From 1990 to 1998, New York
tested blood for HIV of thousand of
men who came to two city clinics--
one in Manhattan's Chelsea, another
in Fort Greene, Brooklyn-- to be
tested for syphilis and other
sexually transmitted diseases
(STDs). The researchers used
leftover blood, normally discarded,
and recorded demographic data--
age, ethnicity, reported sexual
orientation-- but supposedly nothing
that would link a blood sample
to anyone in particular. And New York
wasn't alone-- similar studies, under
the auspices of the US Centers for
Disease Control, looked without
asking at the blood of pregant
women, prisoners, TB patients, and
other groups.
People seeking treatment for
STDs can be a rich vein of
information about AIDS; indeed, they
can represent the "yeast" of an AIDS
epidemic: they are sexually active in
ways at least somewhat risky, at
the same time that having an STD
can make it easier to get or give HIV.
After nine years of compiling data,
New York's City's Department of
Health created a kind of motion
picture of HIV prevalence in a
signal population-- a picture of a loaf
not rising but, happily, falling on
average by more than half.
The Department of Health
reported its findings in July at this
year's international AIDS conference
in Durban, South Africa: the rate of
HIV infection among "men who have
sex with men" showing up at
these two STD clinics declined
overall from 47 percent in 1990 to 19
percent in 1998. Of those who tested
positive for HIV, some 59 percent
were aware of their status, but 41
percent were not. For that latter
group, the
Health Department was in the
curious position of doing extended
treatment, contact tracing, and
partner notification for such
conditions as syphilis and
gonorrhea, while ignoring the men's
secretly discovered HIV.
In a press conference outside
the office the study's author, Dr. Lucia
Torian, Petrelis demanded that New
York City try to track down the
unknowing HIV-positive men and
inform them of their status.
But the city Department of
Health has refused, saying that
doing so would be unethical.
Moreover, the city says, it simply can't
be done because there is no way
trace back the HIV-positive blood to
its
donor precisely because ethics rules
were followed that were devised in
the aftermath of Tuskegee-- rules
that allow subjecting patients' tissue
to tests to which they don't give
consent, so long as no link exists
between results
and their identities.
Comparisons to Tuskegee
are unfounded, the city maintains.
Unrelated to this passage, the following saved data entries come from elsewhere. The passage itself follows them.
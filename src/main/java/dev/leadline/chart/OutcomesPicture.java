package dev.leadline.chart;

import dev.leadline.density.Portrait.Bar;
import dev.leadline.estimate.Coverage;
import dev.leadline.estimate.Estimand;
import dev.leadline.interval.Interval;
import dev.leadline.numeric.Significant;
import dev.leadline.trace.Answer;
import java.awt.AlphaComposite;
import java.awt.BasicStroke;
import java.awt.Graphics2D;
import java.awt.geom.Line2D;
import java.awt.geom.Path2D;
import java.awt.geom.Rectangle2D;
import java.util.ArrayList;
import java.util.List;
import java.util.Optional;
import java.util.stream.DoubleStream;
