package dev.leadline.chart;

import dev.leadline.interval.Interval;
import dev.leadline.trace.Answer;
import dev.leadline.trace.Trace;
import java.util.List;
import java.util.Optional;
import java.util.OptionalLong;

/// One answer of one lane, as a picture needs it.
///
/// @param lane its name
/// @param scheme in words
/// @param points by growing number of draws
/// @param hits seen so far, for probabilities under unweighted draws
/// @param nonFinite evaluations left out so far
/// @param provisional whether the latest value, or a limit of it, is known to lie between two outcomes only
public record Series(
        String lane, String scheme, List<Point> points, OptionalLong hits, long nonFinite, boolean provisional) {
    public Series {
        points = List.copyOf(points);
    }

    /// Of values that are found.
    public Series(String lane, String scheme, List<Point> points, OptionalLong hits, long nonFinite) {
        this(lane, scheme, points, hits, nonFinite, false);
    }

    /// @param answer index among the things asked
    public static Series of(Trace trace, int answer) {
        var points = trace.marks().stream()
                .map(mark -> {
                    var it = mark.answers().get(answer);
                    return new Point(
                            mark.draws(),
                            it.estimate(),
                            it.interval().low(),
                            it.interval().high(),
                            it.band().map(Interval::low).orElse(Double.NaN),
                            it.band().map(Interval::high).orElse(Double.NaN));
                })
                .toList();
        Optional<Answer> latest = trace.last().map(mark -> mark.answers().get(answer));
        return new Series(
                trace.lane(),
                trace.scheme().inWords(),
                points,
                latest.map(Answer::hits).orElse(OptionalLong.empty()),
                latest.map(Answer::nonFinite).orElse(0L),
                latest.map(Answer::provisional).orElse(false));
    }

    public Optional<Point> last() {
        return points.isEmpty() ? Optional.empty() : Optional.of(points.getLast());
    }

    /// Whether an any-time band is kept.
    public boolean banded() {
        return points.stream().anyMatch(point -> Double.isFinite(point.bandHigh() - point.bandLow()));
    }

    /// Whether draws were made and none was a hit: the upper limit alone is known.
    public boolean withoutHit() {
        return !points.isEmpty() && hits.isPresent() && hits.getAsLong() == 0;
    }
}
No
one was bribed or lied to about their
health. The study served as a "dip
stick" reading of HIV prevalence in
important populations, not a
hands-off experimental meditation
on how people die. At every turn,
visitors to city clinics are encouraged
to get HIV testing, which is offered
anonymously and free. And there are
good reasons for not forcing people
to take
HIV tests or giving people the results
of unrequested ones-- they may not
be ready to hear the results.
Prevalence surveys like this
can help figure out which groups to
target for education and treatment.
Interesting nuggets came out here:
the overall decline revealed local
lumpiness. Over the nine-year
period,
the decline in HIV among
clinic-goers was greater among
whites (34-10%) than Hispanics
(47% to 13%) and blacks (56-32%).
Among men having no STD, HIV
infection plummeted from 48 percent
to 10% in 1998. But
in older black
men-having-sex-with-men, the rate of
HIV infection increased.
So are secret, albeit
identity-protected, epidemiological
surveys the place to find shades of
Tuskegee today? Consider another
New York City institution-- Cornell
Medical College-- sponsor of a
long-running
study conducted in Port au Prince,
Haiti, that looks at how couples
where one partner has HIV
sometimes infects the other. If
researchers can find some people
with a natural resistance to HIV, it
could help find an HIV
vaccine. Enrollees get condoms and
counseling, but infections occur
anyway, at a rate of about seven
percent a year in couples having
unprotected sex-- a rate that would
be far lower if those infected with HIV
received
antiretrovirals, which dramatically
reduce virus loads in body fluids.
While Cornell's enrollees get some
of the best free health care on offer in
Haiti, expensive retrovirals are not
part of the deal, just like it is in
almost every
other impoverished country. And if a
vaccine is ever developed, Western
liability laws mean that it will be
tested first on the poor and
dark-skinned.
Unfair? Yet righteous
indignation at any particular project
has to be tempered by awareness of
the systemic choice by the rich world
to impoverish poor nations'
health-care systems in the guise of
"structural adjustment"-- not to
mention a tendency of third-world
elites to prefer guns to butter. "The
ethical issues sometimes are
torturing me,'' Dr. Jean William Pape,
the Hatian doctor who runs Cornell's
study, told the
New York Times last year. The
ghost of Tuskegee may not haunt the
corridors of New York City's
Department of Health, but it still
haunts medicine.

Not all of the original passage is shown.